* [Activity] Your answer should consist of the lines holding "what", copied from the material below.

* [Data extracts]
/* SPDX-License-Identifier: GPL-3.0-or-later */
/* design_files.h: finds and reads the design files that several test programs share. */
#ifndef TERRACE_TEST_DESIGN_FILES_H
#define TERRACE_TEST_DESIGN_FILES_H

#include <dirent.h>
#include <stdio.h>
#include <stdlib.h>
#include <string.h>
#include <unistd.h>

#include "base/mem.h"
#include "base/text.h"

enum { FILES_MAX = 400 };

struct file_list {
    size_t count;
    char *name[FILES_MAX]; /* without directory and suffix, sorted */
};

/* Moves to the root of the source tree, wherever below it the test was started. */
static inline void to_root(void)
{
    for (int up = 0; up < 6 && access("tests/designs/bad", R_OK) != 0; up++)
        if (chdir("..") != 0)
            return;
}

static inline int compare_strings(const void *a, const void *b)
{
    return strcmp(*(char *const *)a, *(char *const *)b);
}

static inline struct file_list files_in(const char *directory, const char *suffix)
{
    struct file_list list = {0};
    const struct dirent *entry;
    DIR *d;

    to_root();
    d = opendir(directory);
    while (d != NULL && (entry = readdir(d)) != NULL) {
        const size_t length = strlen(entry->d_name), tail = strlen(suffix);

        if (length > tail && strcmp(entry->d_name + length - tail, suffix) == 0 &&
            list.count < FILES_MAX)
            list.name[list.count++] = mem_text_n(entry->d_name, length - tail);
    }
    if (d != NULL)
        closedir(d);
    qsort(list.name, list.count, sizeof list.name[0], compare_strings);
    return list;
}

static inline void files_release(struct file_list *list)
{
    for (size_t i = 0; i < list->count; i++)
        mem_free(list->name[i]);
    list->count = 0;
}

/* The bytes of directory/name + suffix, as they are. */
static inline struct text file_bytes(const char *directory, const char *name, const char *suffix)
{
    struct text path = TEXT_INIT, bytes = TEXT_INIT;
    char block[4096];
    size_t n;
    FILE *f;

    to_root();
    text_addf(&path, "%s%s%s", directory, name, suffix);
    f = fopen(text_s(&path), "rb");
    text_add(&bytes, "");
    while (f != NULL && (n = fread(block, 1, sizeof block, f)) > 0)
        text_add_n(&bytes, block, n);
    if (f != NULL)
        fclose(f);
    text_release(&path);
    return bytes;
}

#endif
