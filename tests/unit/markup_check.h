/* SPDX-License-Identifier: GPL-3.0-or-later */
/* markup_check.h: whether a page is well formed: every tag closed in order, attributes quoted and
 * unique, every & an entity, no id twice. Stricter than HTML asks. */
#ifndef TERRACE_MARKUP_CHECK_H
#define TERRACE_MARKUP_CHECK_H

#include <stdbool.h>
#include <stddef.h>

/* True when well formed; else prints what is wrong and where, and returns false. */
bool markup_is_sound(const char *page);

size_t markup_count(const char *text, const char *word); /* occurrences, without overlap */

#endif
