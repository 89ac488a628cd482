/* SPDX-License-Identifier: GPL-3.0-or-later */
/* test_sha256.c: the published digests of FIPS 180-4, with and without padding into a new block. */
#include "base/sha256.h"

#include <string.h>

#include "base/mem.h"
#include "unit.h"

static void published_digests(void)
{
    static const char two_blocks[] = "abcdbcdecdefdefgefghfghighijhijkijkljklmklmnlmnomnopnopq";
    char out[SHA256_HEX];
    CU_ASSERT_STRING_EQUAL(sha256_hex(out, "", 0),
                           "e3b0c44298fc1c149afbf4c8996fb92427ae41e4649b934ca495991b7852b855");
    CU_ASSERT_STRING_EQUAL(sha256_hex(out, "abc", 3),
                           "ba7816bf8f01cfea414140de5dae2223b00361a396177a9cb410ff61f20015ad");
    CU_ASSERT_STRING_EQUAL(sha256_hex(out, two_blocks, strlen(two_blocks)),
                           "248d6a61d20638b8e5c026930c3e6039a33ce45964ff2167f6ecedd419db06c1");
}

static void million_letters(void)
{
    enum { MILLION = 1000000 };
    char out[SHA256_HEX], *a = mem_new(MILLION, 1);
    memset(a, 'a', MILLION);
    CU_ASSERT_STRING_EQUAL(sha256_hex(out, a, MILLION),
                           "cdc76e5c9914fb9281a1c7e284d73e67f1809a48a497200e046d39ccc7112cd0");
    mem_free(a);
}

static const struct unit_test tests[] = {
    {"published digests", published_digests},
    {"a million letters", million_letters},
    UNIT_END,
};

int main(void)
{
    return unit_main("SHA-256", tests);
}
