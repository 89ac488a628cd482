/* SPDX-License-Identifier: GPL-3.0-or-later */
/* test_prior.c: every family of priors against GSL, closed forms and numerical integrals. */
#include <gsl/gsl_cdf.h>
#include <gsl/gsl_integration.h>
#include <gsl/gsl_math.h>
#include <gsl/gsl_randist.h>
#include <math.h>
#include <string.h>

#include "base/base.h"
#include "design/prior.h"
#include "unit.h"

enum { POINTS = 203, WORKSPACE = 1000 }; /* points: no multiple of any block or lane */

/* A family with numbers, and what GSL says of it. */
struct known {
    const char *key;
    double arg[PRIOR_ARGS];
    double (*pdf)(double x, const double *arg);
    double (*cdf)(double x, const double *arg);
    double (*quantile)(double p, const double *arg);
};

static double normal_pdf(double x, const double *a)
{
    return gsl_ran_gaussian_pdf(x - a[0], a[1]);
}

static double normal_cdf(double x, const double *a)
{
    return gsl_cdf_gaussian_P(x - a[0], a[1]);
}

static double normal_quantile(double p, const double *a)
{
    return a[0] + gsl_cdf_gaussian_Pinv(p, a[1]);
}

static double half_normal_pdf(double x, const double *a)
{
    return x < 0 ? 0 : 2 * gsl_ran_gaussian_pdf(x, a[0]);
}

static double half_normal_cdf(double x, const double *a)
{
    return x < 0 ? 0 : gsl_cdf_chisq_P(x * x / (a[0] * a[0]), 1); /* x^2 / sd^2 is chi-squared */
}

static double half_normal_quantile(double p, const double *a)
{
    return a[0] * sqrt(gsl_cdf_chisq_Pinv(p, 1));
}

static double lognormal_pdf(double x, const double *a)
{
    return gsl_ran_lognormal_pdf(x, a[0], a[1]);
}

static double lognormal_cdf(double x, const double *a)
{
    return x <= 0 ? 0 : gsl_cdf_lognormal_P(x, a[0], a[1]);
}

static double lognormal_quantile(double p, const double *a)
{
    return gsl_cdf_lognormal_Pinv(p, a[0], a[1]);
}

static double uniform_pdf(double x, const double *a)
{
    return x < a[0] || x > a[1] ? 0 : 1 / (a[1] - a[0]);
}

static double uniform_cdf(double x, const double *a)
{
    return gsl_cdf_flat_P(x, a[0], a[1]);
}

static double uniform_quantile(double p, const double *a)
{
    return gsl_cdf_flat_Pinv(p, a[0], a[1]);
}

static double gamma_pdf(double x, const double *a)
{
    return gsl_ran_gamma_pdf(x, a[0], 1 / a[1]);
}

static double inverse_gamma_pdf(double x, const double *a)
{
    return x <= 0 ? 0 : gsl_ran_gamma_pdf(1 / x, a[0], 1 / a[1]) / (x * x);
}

* [Response]
/* True when well formed; else prints what is wrong and where, and returns false. */
/* A family with numbers, and what GSL says of it. */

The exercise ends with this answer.